What needs to be done >> The required output is the lines below from the line containing "the edit is" to the line containing "import pyqtgraph as pg", inclusive, retyped exactly. No other lines belong in it.

The data >>
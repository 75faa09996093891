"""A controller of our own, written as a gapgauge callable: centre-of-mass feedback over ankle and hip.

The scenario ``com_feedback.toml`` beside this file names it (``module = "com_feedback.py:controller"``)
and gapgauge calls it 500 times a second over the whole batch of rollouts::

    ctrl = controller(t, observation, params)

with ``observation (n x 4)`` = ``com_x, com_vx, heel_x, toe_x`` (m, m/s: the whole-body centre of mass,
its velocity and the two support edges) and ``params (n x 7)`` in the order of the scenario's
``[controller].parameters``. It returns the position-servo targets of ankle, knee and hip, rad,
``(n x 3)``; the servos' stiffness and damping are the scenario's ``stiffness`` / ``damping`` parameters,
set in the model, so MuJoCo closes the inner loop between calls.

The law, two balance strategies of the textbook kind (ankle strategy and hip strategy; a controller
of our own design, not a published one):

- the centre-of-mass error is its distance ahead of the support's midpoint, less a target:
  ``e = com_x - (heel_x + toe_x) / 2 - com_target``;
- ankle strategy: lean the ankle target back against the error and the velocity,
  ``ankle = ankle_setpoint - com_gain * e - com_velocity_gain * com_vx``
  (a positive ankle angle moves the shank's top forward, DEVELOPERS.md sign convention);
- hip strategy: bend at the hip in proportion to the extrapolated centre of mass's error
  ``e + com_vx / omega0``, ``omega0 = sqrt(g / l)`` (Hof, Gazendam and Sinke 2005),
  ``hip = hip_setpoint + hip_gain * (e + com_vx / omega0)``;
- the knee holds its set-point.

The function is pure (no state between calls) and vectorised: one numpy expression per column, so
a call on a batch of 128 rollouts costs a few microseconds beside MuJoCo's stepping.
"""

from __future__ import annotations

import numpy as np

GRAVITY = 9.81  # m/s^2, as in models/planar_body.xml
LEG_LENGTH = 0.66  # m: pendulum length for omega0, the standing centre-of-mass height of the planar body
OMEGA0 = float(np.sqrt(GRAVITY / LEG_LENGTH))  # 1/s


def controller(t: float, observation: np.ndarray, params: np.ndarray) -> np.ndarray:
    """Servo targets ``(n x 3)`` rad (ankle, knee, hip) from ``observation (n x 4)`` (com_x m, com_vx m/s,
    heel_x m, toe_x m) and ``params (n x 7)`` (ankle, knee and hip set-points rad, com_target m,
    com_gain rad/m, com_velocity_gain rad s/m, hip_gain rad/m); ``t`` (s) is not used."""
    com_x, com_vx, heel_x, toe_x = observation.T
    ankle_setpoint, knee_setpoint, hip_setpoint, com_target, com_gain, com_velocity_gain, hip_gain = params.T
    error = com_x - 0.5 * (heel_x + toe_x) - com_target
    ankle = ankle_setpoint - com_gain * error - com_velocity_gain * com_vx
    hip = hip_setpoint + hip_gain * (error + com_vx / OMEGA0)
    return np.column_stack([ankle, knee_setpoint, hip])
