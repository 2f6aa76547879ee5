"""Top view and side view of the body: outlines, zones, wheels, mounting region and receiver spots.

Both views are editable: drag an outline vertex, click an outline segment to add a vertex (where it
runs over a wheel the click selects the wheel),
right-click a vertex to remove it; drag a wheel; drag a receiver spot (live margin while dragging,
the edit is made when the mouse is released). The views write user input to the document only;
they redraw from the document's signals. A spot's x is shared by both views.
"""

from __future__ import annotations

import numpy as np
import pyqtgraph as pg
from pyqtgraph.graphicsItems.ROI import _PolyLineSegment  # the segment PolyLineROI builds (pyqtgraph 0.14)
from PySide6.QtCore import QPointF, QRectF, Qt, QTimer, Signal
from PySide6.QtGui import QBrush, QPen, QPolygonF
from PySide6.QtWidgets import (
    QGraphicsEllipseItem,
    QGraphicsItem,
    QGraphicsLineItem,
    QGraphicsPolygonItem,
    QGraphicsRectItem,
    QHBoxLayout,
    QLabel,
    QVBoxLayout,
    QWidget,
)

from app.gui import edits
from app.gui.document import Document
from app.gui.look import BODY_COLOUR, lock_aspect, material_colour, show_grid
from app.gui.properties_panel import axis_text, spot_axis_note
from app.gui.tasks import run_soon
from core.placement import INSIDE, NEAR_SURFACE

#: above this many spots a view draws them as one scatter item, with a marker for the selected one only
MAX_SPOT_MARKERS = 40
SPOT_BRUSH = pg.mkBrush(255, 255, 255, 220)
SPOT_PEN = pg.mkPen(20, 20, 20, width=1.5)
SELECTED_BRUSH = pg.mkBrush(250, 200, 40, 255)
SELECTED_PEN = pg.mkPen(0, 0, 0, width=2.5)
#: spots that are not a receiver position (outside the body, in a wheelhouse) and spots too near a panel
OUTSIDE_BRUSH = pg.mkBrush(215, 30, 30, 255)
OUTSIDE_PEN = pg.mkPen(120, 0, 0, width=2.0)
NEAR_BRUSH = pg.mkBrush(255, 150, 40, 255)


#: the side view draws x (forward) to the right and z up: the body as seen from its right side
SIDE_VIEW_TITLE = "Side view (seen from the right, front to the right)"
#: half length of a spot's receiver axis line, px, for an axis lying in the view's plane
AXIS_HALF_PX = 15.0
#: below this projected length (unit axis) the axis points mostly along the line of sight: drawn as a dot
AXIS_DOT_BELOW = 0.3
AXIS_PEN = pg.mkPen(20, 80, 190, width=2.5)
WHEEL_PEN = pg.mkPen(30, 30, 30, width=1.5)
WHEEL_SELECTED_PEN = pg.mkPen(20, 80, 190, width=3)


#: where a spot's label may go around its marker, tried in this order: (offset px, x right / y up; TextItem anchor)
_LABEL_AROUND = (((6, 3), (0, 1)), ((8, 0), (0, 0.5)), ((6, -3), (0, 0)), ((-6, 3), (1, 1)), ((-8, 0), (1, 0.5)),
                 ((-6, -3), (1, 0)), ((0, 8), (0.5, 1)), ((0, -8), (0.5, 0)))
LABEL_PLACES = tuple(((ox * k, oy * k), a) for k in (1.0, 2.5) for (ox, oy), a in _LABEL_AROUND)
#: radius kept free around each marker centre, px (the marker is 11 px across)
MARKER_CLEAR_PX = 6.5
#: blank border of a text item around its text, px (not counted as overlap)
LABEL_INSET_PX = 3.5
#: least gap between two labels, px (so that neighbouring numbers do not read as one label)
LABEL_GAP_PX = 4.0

Answer to this problem >>
the edit is made when the mouse is released). The views write user input to the document only;
they redraw from the document's signals. A spot's x is shared by both views.
"""

from __future__ import annotations

import numpy as np
import pyqtgraph as pg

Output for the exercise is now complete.